Не могу передать, как я расстроилась, узнав, что на прошлой неделе ты покинула матушку и нашла работу во Франкфурте. Вчера я получила открытку с твоим новым адресом и должна тебе сказать, что напрасно ты не уведомила меня о своих планах, тем более что и дети, и я очень по тебе скучаем, а ведь мы так надеялись, что через месяц ты вернешься.

Софи особенно огорчилась, узнав, что ты не приедешь домой. Она опять взялась за старое по ночам и часто из-за этого плачет. Зигмунд полагает, что ты решила отправиться на заработки, потому что, наверное, считаешь себя обузой для семьи. Но я уверяю тебя, что это не так.

Мы с тобой не должны разлучаться. Пожалуйста, подумай еще раз хорошенько, и если уж ты не можешь иначе, сделай так, чтобы твое пребывание во Франкфурте не затянулось надолго. Дорогая моя сестричка, мне остается только умолять тебя и надеяться, что ты передумаешь, к нашей радости.

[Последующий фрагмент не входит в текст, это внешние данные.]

def test_batch_mirrors_folders_and_writes_the_manifest(built):
    root, output = built
    out = root / "out"
    files = sorted(p.relative_to(out).as_posix() for p in out.rglob("*") if p.is_file())
    assert "vac/cu-vac__seed-1__count-2.lmp" in files
    assert "vac/cu-vac__seed-1__count-2.defects.json" in files
    assert "vac/w/w-bcc.vasp" in files and "cu-fcc.cif" in files
    manifest = _manifest(out)
    assert manifest["cellbuild"] and manifest["created"] and manifest["source"] == "../lib"
    entries = manifest["structures"]
    assert [e["name"] for e in entries] == sorted(e["name"] for e in entries)
    assert len(entries) == N_STRUCTURES
    by_name = {e["name"]: e for e in entries}
    swept = by_name["cu-vac__seed-2__count-1"]
    assert swept["recipe"] == "../lib/vac/swept.yml"
    assert swept["sweep"] == {"seed": 2, "defects.vacancies.count": 1}
    # fcc 2x2x2: 4 atoms per conventional cell (Kittel ch. 1) x 8 cells, less 1 vacancy
    assert swept["seed"] == 2 and swept["n_atoms"] == 31 and swept["passed"] is True
    assert "error" not in swept
    recipe_bytes = (root / "lib" / "vac" / "swept.yml").read_bytes()
    assert swept["recipe_sha256"] == hashlib.sha256(recipe_bytes).hexdigest()
    assert set(swept["outputs"]) == {"lammps-data", "report", "defects"}
    for entry in entries:
        for info in entry["outputs"].values():
            data = (out / info["path"]).read_bytes()
            assert hashlib.sha256(data).hexdigest() == info["sha256"]
            assert len(data) == info["bytes"]
    # not a terminal: one plain line per structure
    assert output.count(" atoms  passed") == N_STRUCTURES


def test_manifest_is_the_same_for_one_and_two_workers(built, cli, tmp_path):
    root, _ = built
    lib = shutil.copytree(root / "lib", tmp_path / "lib")
    for workers in ("1", "2"):
        result = cli("batch", lib, "--out", tmp_path / f"out{workers}", "--workers", workers)
        assert result.exit_code == 0, result.output
    one, two = _manifest(tmp_path / "out1"), _manifest(tmp_path / "out2")
    one.pop("created"), two.pop("created")
    assert one == two
    reference = _manifest(root / "out")
    reference.pop("created")
    assert one == reference


def test_verify_passes_on_a_fresh_build(built, cli):
    root, _ = built
    result = cli("verify", root / "out" / "manifest.json", "--workers", "1")
    assert result.exit_code == 0, result.output
    assert f"all {N_STRUCTURES} structure(s) match" in result.output


def _flip_one_byte(path: Path) -> None:
    data = bytearray(path.read_bytes())
    data[len(data) // 2] ^= 0x01
    path.write_bytes(bytes(data))


@pytest.mark.parametrize("tamper, entry, words", [
    (lambda t: _flip_one_byte(t / "out/vac/cu-vac__seed-1__count-2.lmp"),
     "cu-vac__seed-1__count-2", ["changed on disk", "vac/cu-vac__seed-1__count-2.lmp"]),
    (lambda t: (t / "out/vac/w/w-bcc.vasp").unlink(),
     "w-bcc", ["missing", "vac/w/w-bcc.vasp"]),
    (lambda t: (t / "out/cu-fcc.report.json").unlink(),
     "cu-fcc", ["missing", "cu-fcc.report.json"]),
    (lambda t: _write(t / "lib/vac/w/w.yaml", recipe_dict("W", "bcc", 3.17, outputs=["poscar"])),
     "w-bcc", ["recipe changed", "../lib/vac/w/w.yaml", "changed vac/w/w-bcc.vasp"]),
    (lambda t: (t / "lib/cu.yaml").write_text((t / "lib/cu.yaml").read_text() + "# edited\n"),
     "cu-fcc", ["recipe changed", "in recipe_sha256"]),
    (lambda t: (t / "lib/cu.yaml").unlink(), "cu-fcc", ["recipe missing", "../lib/cu.yaml"]),
    (lambda t: (t / "out/vac/stray.xyz").write_text("1\n\nCu 0 0 0\n"),
     "vac/stray.xyz", ["extra"]),
])
def test_verify_fails_naming_the_entry(copy_of, cli, tamper, entry, words):
    tamper(copy_of)
    result = cli("verify", copy_of / "out" / "manifest.json", "--workers", "1")
    assert result.exit_code == 1, result.output
    lines = [line for line in result.output.splitlines() if line.startswith(f"{entry}: ")]
    assert lines, result.output
    for word in words:
        assert any(word in line for line in lines), (word, result.output)
    assert "difference(s)" in result.output
    # nothing else is reported for the untouched entries
    untouched = [e["name"] for e in _manifest(copy_of / "out")["structures"] if e["name"] != entry]
    assert not any(line.startswith(f"{name}: ") for name in untouched
                   for line in result.output.splitlines())
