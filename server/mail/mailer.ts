import nodemailer from 'nodemailer';

export interface OutgoingMail {
  to: string;
  subject: string;
  text: string;
  /** A simple HTML part beside the text (already escaped by its builder). */
  html?: string;
  attachments?: { filename: string; content: string; contentType: string }[];
}

export interface Mailer {
  send(mail: OutgoingMail): Promise<void>;
  close(): void;
}

/** nodemailer over SMTP; in demo/dev/test the URL points at the in-process fake (plain, no TLS). */
export function createMailer(smtpUrl: string, from: string): Mailer {
  // nodemailer waits up to 10 minutes on a silent socket by default; a send job must give up sooner and retry.
  const timeouts = { connectionTimeout: 10_000, greetingTimeout: 10_000, socketTimeout: 30_000 };
  const transport = nodemailer.createTransport({ url: smtpUrl, ...timeouts, ...(smtpUrl.startsWith('smtp://127.0.0.1') ? { ignoreTLS: true } : {}) } as never);
  return {
    async send(mail) {
      await transport.sendMail({ from, ...mail });
    },
    close: () => transport.close(),
  };
}
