import type { Config } from 'tailwindcss';

// The Dwell look (docs/glossary.md). Read by Tailwind v4 through `@config` in src/styles/main.css.
export default {
  content: ['./index.html', './src/**/*.{ts,tsx}'],
  theme: {
    extend: {
      colors: {
        linen: '#FAF7F2',
        ink: '#1E2A36',
        oxide: '#B5532A',
        sage: '#5E8066',
        amber: '#B7791F',
        brick: '#9B2C2C',
        // The edge of a control (fields, chips, secondary buttons): 3:1 or more against white and linen, as WCAG 2.1
        // SC 1.4.11 asks of what shows where a control is (tests/unit/contrast.test.ts).
        edge: '#787F86',
      },
      fontFamily: {
        sans: ['Nunito', 'ui-sans-serif', 'system-ui', 'sans-serif'],
      },
    },
  },
} satisfies Config;
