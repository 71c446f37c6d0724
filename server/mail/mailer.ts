import nodemailer from 'nodemailer';

export interface OutgoingMail {
  to: string;
  subject: string;
  text: string;
  /** A simple HTML part beside the text (already escaped by its builder). */
  html?: string;
  attachments?: { filename: string; content: string; contentType: string }[];
}

export interface Mailer {
  send(mail: OutgoingMail): Promise<void>;
  close(): void;
}

/** nodemailer over SMTP; in demo/dev/test the URL points at the in-process fake (plain, no TLS). */
export function createMailer(smtpUrl: string, from: string): Mailer {
  const transport = nodemailer.createTransport(smtpUrl.startsWith('smtp://127.0.0.1') ? { url: smtpUrl, ignoreTLS: true } as never : smtpUrl);
  return {
    async send(mail) {
      await transport.sendMail({ from, ...mail });
    },
    close: () => transport.close(),
  };
}
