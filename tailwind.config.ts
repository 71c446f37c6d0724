import type { Config } from 'tailwindcss';

// The Dwell look (docs/glossary.md). Read by Tailwind v4 through `@config` in src/styles/main.css.
export default {
  content: ['./index.html', './src/**/*.{ts,tsx}'],
  theme: {
    extend: {
      colors: {
        linen: '#FAF7F2',
        ink: '#1E2A36',
        oxide: '#B5532A',
        sage: '#5E8066',
        amber: '#B7791F',
        brick: '#9B2C2C',
      },
      fontFamily: {
        sans: ['Nunito', 'ui-sans-serif', 'system-ui', 'sans-serif'],
      },
    },
  },
} satisfies Config;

Мне показалось, что мама повлияла на тебя, и по ее совету ты согласилась занять должность у сестер Кассель. Если дело в этом, я могу напомнить тебе о том, что всегда говорил Зигмунд: маме безразлично наше счастье. Хотя он, конечно, иногда бывает слишком суров к ней, но ты сама это прекрасно знаешь.

Кстати, нынче утром, выйдя от цветочницы, я столкнулась с Эдвардом. Он возвращался после приема в больнице. Эдвард любезно проводил меня немного, мы перекинулись словечком. Представляешь, английские скаковые нынешним летом появятся на ипподроме в Дрездене! Еще он рассказал, что только что вернулся из Флоренции и с тех пор просто бредит прекрасными фресками галереи Уффицы. Эдвард справлялся о тебе, и я сообщила, что ты получила место. Он, кажется, был ошарашен и спросил: «Почему именно Франкфурт?» А я сказала: «Я не могу дать ответ на этот вопрос».

Но до чего же он все-таки красив! Какие изысканные манеры! Эдвард спросил у меня адрес твоих хозяев, надеясь, что ты не сочтешь его поступок дерзким, и он не слишком переоценивает твой энтузиазм. Я сказала, что ты обрадуешься весточке, и, уверена, письмо не заставит себя долго ждать.

Что еще? У Анны режутся зубки, Мартин и Эрнст подхватили тонзиллит, Эдна хворает, если ей верить, конечно. Господи, дай мне сил! Зигмунд, как всегда, отсиживается в кабинете, но вчера вечером ненадолго приходил поиграть с детьми в их любимую игру «Сто путешествий по Европе». Он передает тебе привет.

Прилагаю письмо, которое написала София. Она каждый день о тебе спрашивает. Лелею надежду, что ты передумаешь и скоро вернешься к нам.

Твоя любящая сестра

Марта.
Минну захлестнули чувства, так трогательно-невинно Марта просила ее вернуться домой. Ей удалось пережить минувшую неделю и укрепиться во мнении не повторять своих прегрешений и держаться от Зигмунда подальше. Но где-то очень глубоко горело в ней неугасающее страстное желание снова увидеть его. Но не бывать этому. Опять накатил жгучий вопрос, словно приливная волна. Как могла она сделать такое своей сестре? Кажется, седьмая заповедь уже повсюду безнаказанно нарушается. Ведь только и слышишь, как такой-то и такая-то завели роман. Однако особые обстоятельства Минны били этот национальный феномен, словно козырь туза. Да, кровь — не водица.